Stored data entries:
━━━
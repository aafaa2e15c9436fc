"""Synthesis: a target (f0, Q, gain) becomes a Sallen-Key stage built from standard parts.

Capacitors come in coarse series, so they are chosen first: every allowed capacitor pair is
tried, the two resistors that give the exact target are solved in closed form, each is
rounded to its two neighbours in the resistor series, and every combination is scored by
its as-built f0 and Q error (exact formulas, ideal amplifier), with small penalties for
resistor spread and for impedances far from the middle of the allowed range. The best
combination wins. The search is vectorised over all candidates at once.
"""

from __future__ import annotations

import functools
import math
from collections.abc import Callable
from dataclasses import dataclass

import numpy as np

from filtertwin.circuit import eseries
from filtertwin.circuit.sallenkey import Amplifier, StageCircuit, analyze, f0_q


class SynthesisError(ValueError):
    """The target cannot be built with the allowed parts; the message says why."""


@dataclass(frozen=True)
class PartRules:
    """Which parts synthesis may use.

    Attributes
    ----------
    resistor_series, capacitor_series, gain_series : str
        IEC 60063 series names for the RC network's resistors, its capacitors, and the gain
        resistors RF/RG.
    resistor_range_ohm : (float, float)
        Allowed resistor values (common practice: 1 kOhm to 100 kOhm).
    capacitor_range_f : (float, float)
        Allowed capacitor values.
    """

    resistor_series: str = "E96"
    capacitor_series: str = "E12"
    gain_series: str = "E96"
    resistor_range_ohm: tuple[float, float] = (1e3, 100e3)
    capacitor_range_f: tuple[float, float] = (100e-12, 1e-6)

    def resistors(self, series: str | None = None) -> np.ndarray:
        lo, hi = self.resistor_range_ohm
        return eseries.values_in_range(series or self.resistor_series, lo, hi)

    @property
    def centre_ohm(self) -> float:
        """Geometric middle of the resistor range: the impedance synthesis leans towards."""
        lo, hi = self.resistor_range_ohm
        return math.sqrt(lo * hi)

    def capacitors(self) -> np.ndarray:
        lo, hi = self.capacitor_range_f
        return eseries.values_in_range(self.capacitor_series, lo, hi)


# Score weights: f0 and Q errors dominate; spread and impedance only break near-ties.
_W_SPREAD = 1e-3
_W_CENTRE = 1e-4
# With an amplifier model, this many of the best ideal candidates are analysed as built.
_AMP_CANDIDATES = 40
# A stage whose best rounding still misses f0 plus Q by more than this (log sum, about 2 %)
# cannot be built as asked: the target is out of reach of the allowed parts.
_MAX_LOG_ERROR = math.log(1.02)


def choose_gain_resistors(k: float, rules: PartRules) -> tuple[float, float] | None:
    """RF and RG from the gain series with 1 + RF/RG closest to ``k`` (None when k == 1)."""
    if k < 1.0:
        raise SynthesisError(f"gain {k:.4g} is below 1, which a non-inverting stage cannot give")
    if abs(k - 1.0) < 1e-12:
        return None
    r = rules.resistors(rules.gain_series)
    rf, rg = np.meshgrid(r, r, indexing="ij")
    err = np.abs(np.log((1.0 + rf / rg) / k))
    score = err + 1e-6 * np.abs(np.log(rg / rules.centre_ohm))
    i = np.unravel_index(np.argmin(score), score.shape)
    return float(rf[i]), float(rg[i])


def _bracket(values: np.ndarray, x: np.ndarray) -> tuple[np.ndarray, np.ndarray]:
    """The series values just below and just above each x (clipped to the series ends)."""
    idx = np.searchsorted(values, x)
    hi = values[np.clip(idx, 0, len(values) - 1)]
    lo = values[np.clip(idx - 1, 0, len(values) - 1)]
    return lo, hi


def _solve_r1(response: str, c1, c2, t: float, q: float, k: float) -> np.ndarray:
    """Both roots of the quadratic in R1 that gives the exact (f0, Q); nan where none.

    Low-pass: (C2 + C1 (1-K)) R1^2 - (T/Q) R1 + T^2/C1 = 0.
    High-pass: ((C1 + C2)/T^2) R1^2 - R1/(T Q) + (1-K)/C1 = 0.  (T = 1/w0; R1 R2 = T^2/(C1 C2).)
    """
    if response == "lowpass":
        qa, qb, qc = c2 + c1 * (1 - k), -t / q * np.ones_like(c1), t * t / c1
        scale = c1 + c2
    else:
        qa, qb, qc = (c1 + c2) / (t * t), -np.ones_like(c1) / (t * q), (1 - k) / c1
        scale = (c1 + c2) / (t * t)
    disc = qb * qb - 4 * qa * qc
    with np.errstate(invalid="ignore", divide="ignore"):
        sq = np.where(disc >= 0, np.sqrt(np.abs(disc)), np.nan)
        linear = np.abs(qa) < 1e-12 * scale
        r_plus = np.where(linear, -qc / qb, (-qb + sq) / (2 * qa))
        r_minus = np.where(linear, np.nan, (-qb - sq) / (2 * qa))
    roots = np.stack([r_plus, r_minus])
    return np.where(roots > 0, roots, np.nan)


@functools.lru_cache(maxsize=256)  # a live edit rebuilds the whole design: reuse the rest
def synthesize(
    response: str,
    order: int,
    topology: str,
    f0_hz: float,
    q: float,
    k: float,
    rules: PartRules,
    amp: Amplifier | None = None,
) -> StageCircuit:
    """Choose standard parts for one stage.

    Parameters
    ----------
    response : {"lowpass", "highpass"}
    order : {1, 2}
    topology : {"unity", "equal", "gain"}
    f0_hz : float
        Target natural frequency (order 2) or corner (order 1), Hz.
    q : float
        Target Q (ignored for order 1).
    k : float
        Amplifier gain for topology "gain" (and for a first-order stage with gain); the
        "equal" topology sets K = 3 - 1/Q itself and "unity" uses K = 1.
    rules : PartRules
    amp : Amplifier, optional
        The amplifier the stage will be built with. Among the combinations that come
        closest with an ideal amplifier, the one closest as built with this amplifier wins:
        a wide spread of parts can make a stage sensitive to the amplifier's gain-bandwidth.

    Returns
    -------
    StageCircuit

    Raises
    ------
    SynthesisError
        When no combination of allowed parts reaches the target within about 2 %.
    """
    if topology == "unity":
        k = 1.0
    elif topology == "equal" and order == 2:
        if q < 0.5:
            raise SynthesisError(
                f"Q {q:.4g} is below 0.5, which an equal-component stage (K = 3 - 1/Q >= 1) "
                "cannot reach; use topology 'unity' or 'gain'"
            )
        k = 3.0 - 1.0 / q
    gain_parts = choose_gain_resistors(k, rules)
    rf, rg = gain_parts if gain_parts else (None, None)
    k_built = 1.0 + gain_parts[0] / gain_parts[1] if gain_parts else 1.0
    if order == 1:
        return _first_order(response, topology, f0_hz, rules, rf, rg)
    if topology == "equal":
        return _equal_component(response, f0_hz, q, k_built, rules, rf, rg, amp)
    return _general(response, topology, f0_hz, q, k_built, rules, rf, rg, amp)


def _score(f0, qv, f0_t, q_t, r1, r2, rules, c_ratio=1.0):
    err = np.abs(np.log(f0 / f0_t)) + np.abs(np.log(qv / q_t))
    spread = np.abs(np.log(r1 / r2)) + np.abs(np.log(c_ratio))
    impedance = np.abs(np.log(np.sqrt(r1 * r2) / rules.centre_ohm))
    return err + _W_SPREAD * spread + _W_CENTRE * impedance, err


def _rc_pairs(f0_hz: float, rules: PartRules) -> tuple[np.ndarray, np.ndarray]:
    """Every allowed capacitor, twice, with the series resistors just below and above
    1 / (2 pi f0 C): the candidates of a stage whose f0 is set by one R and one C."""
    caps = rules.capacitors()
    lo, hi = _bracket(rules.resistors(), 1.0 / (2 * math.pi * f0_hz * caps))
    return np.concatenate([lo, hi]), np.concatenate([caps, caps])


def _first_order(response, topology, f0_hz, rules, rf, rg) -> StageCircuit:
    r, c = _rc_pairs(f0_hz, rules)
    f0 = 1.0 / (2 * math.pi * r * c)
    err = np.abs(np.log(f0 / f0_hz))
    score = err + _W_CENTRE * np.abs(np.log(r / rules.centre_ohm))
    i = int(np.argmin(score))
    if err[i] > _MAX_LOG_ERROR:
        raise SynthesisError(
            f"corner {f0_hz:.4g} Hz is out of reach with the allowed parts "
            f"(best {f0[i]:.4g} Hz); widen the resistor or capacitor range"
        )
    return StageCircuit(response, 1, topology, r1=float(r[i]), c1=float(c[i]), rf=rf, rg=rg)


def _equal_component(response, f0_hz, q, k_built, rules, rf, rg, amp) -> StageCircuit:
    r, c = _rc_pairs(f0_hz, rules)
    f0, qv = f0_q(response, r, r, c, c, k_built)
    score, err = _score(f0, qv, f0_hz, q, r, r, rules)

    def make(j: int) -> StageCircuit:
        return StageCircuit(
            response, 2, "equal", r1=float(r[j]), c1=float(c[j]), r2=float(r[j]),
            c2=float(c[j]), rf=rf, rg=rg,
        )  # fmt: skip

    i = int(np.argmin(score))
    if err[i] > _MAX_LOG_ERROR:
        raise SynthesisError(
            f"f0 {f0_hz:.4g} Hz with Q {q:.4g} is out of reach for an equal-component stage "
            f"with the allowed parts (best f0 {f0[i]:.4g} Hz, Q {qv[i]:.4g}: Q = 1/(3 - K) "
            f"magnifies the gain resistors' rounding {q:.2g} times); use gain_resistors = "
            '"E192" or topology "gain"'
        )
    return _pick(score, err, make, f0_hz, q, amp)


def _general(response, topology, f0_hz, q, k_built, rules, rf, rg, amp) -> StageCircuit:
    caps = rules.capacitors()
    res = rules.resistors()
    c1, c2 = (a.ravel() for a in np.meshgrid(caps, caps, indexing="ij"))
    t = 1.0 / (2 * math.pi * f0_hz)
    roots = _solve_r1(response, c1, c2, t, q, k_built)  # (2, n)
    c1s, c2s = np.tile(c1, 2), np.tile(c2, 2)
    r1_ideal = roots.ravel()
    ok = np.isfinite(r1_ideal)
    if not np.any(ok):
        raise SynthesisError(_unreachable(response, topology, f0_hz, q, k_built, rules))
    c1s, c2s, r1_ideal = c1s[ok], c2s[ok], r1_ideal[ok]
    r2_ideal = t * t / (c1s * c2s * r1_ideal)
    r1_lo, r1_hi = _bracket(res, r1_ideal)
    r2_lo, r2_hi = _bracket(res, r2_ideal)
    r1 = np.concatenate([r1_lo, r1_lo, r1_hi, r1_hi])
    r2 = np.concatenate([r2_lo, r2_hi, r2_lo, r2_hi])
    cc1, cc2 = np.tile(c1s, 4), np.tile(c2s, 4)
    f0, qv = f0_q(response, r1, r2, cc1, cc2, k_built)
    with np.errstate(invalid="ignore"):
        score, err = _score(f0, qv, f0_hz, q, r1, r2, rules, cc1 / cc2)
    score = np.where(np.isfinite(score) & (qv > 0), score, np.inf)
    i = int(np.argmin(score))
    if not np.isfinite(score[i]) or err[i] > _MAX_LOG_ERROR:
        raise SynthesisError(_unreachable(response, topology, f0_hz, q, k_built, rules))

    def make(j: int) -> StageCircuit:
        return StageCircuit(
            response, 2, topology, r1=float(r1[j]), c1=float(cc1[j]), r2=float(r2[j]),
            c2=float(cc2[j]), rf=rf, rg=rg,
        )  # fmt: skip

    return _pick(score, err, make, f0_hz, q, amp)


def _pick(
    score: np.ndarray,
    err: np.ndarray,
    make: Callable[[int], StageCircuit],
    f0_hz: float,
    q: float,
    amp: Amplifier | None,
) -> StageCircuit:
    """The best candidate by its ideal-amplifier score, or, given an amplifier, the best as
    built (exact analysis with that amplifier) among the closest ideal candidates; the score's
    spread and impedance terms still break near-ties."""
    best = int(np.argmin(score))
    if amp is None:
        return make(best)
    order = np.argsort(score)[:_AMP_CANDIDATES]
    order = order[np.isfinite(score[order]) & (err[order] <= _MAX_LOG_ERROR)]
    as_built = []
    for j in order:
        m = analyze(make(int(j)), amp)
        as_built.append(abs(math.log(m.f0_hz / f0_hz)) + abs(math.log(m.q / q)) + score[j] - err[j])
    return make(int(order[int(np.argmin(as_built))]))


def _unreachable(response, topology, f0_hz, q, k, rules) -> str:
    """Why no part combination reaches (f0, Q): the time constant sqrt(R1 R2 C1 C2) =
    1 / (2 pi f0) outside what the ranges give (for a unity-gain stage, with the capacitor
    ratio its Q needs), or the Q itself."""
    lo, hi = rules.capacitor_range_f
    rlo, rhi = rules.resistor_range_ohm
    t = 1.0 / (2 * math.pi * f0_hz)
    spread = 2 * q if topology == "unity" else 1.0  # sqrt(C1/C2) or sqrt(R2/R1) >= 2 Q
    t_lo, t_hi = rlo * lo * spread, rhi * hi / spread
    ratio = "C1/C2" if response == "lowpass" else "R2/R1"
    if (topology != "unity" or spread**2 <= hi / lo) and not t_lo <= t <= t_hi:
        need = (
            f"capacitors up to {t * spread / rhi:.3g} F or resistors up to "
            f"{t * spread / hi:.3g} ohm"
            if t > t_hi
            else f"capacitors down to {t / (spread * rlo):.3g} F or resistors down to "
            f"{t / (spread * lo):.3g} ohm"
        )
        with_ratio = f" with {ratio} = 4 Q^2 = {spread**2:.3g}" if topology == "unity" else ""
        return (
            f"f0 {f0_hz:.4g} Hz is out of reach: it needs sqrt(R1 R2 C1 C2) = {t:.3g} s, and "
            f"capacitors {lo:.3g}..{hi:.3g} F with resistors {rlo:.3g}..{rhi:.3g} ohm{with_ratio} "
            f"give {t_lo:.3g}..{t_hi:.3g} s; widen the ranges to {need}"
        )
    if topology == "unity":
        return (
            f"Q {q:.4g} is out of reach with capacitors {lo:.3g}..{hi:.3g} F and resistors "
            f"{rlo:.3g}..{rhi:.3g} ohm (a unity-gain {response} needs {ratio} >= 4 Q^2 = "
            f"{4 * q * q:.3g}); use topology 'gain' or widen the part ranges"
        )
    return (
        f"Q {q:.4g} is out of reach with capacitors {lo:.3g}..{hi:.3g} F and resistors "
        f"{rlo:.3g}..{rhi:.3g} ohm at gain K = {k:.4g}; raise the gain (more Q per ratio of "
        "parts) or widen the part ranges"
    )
━━━
Exercise description. Among the entries above, locate the lines containing "return np.concatenate([lo, hi]), np.concatenate([caps, caps])" and "c1s, c2s = np.tile(c1, 2), np.tile(c2, 2)", and transcribe exactly those two lines and all lines between.

Answer space.
    return np.concatenate([lo, hi]), np.concatenate([caps, caps])


def _first_order(response, topology, f0_hz, rules, rf, rg) -> StageCircuit:
    r, c = _rc_pairs(f0_hz, rules)
    f0 = 1.0 / (2 * math.pi * r * c)
    err = np.abs(np.log(f0 / f0_hz))
    score = err + _W_CENTRE * np.abs(np.log(r / rules.centre_ohm))
    i = int(np.argmin(score))
    if err[i] > _MAX_LOG_ERROR:
        raise SynthesisError(
            f"corner {f0_hz:.4g} Hz is out of reach with the allowed parts "
            f"(best {f0[i]:.4g} Hz); widen the resistor or capacitor range"
        )
    return StageCircuit(response, 1, topology, r1=float(r[i]), c1=float(c[i]), rf=rf, rg=rg)


def _equal_component(response, f0_hz, q, k_built, rules, rf, rg, amp) -> StageCircuit:
    r, c = _rc_pairs(f0_hz, rules)
    f0, qv = f0_q(response, r, r, c, c, k_built)
    score, err = _score(f0, qv, f0_hz, q, r, r, rules)

    def make(j: int) -> StageCircuit:
        return StageCircuit(
            response, 2, "equal", r1=float(r[j]), c1=float(c[j]), r2=float(r[j]),
            c2=float(c[j]), rf=rf, rg=rg,
        )  # fmt: skip

    i = int(np.argmin(score))
    if err[i] > _MAX_LOG_ERROR:
        raise SynthesisError(
            f"f0 {f0_hz:.4g} Hz with Q {q:.4g} is out of reach for an equal-component stage "
            f"with the allowed parts (best f0 {f0[i]:.4g} Hz, Q {qv[i]:.4g}: Q = 1/(3 - K) "
            f"magnifies the gain resistors' rounding {q:.2g} times); use gain_resistors = "
            '"E192" or topology "gain"'
        )
    return _pick(score, err, make, f0_hz, q, amp)


def _general(response, topology, f0_hz, q, k_built, rules, rf, rg, amp) -> StageCircuit:
    caps = rules.capacitors()
    res = rules.resistors()
    c1, c2 = (a.ravel() for a in np.meshgrid(caps, caps, indexing="ij"))
    t = 1.0 / (2 * math.pi * f0_hz)
    roots = _solve_r1(response, c1, c2, t, q, k_built)  # (2, n)
    c1s, c2s = np.tile(c1, 2), np.tile(c2, 2)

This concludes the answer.